▶ WORK TO BE COMPLETED
Keep only those lines of the records that include the string "FieldError".

▶ SOURCE RECORDS
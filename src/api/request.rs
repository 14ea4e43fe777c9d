//! Parsing and validating requests from JSON, reporting every invalid field at once.
//!
//! Requests are read from a `serde_json::Value` by hand rather than derived, because a derived
//! deserializer stops at the first error, while a caller fixing a request wants all of them,
//! each with a JSON Pointer. Unknown fields are refused so that a typo (`"level"` for
//! `"levels"`) never silently changes a result.

use serde_json::{Map, Value};

use super::problem::{escape_token, FieldError};
use crate::engine::data::Sample;
use crate::engine::interval::Method;
use crate::engine::montecarlo::DEFAULT_TARGET_MC_ERROR;
use crate::engine::run::{Include, OnTimeLimit, Resamples, DEFAULT_INNER_RESAMPLES};
use crate::engine::scheme::SchemeSpec;
use crate::engine::statistic::StatisticSpec;

/// The largest magnitude accepted in data. A variance of such data is at most about 1e150, so
/// the squared deviations of its replicates, summed over a million of them, stay finite.
pub const MAX_MAGNITUDE: f64 = 1e75;

/// The largest seed every JSON client carries exactly: 2^53 − 1.
pub const MAX_SEED: u64 = (1 << 53) - 1;

/// Server limits that validation enforces.
#[derive(Debug, Clone)]
pub struct Limits {
    pub max_rows: u64,
    pub max_resamples: u64,
    pub default_time_limit_ms: u64,
    pub max_time_limit_ms: u64,
}

/// The parameters of an interval job: what a token records.
#[derive(Debug, Clone, PartialEq)]
pub struct IntervalParams {
    pub statistic: StatisticSpec,
    pub resamples: Resamples,
    pub seed: Option<u64>,
    pub levels: Vec<f64>,
    pub methods: Vec<Method>,
    pub scheme: SchemeSpec,
    pub include: Include,
    pub inner_resamples: usize,
}

/// A validated `POST /v1/interval` body.
#[derive(Debug, Clone)]
pub struct IntervalRequest {
    pub sample: Sample,
    /// The parameters, or `None` when a token stands in for them.
    pub params: Option<IntervalParams>,
    pub token: Option<String>,
    pub time_limit_ms: u64,
    pub on_time_limit: OnTimeLimit,
}

/// The catalogue of statistics with their parameters (name, parameters).
pub const STATISTICS: &[(&str, &[&str])] = &[
    ("mean", &[]),
    ("median", &[]),
    ("quantile", &["p"]),
    ("trimmed_mean", &["trim"]),
    ("variance", &["ddof"]),
    ("std_dev", &["ddof"]),
    ("mad", &["scale"]),
    ("iqr", &[]),
    ("geometric_mean", &[]),
    ("coefficient_of_variation", &[]),
    ("proportion", &[]),
    ("ratio", &["numerator", "denominator"]),
    ("correlation", &["x", "y", "kind"]),
    ("slope", &["x", "y"]),
];

/// Scheme kinds of the contract, and whether this server draws them yet.
pub const SCHEMES: &[(&str, bool)] = &[
    ("iid", true),
    ("bayesian", true),
    ("stratified", false),
    ("cluster", false),
    ("moving_block", false),
    ("circular_block", false),
    ("stationary_block", false),
];

const INTERVAL_FIELDS: &[&str] = &[
    "data",
    "statistic",
    "resamples",
    "target_mc_error",
    "seed",
    "levels",
    "methods",
    "scheme",
    "time_limit_ms",
    "on_time_limit",
    "include",
    "inner_resamples",
    "token",
];

/// Fields a token stands in for.
const TOKEN_REPLACES: &[&str] = &[
    "statistic",
    "resamples",
    "target_mc_error",
    "seed",
    "levels",
    "methods",
    "scheme",
    "include",
    "inner_resamples",
];

/// Collects field errors while reading a request.
#[derive(Default)]
pub struct Errors(pub Vec<FieldError>);

impl Errors {
    pub fn push(&mut self, pointer: impl Into<String>, message: impl Into<String>) {
        self.0.push(FieldError::new(pointer, message));
    }
    pub fn is_empty(&self) -> bool {
        self.0.is_empty()
    }
}

/// A short description of a JSON value's type, for error messages (never its content, which
/// could be the caller's data, except for short strings that explain the mistake, like "NaN").
pub fn describe(v: &Value) -> String {
    match v {
        Value::Null => "null".into(),
        Value::Bool(_) => "a boolean".into(),
        Value::Number(_) => "a number".into(),
        Value::String(s) if s.len() <= 12 => format!("the string {s:?}"),
        Value::String(_) => "a string".into(),
        Value::Array(_) => "an array".into(),
        Value::Object(_) => "an object".into(),
    }
}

▶ EXERCISE RESULT
use super::problem::{escape_token, FieldError};
pub struct Errors(pub Vec<FieldError>);
        self.0.push(FieldError::new(pointer, message));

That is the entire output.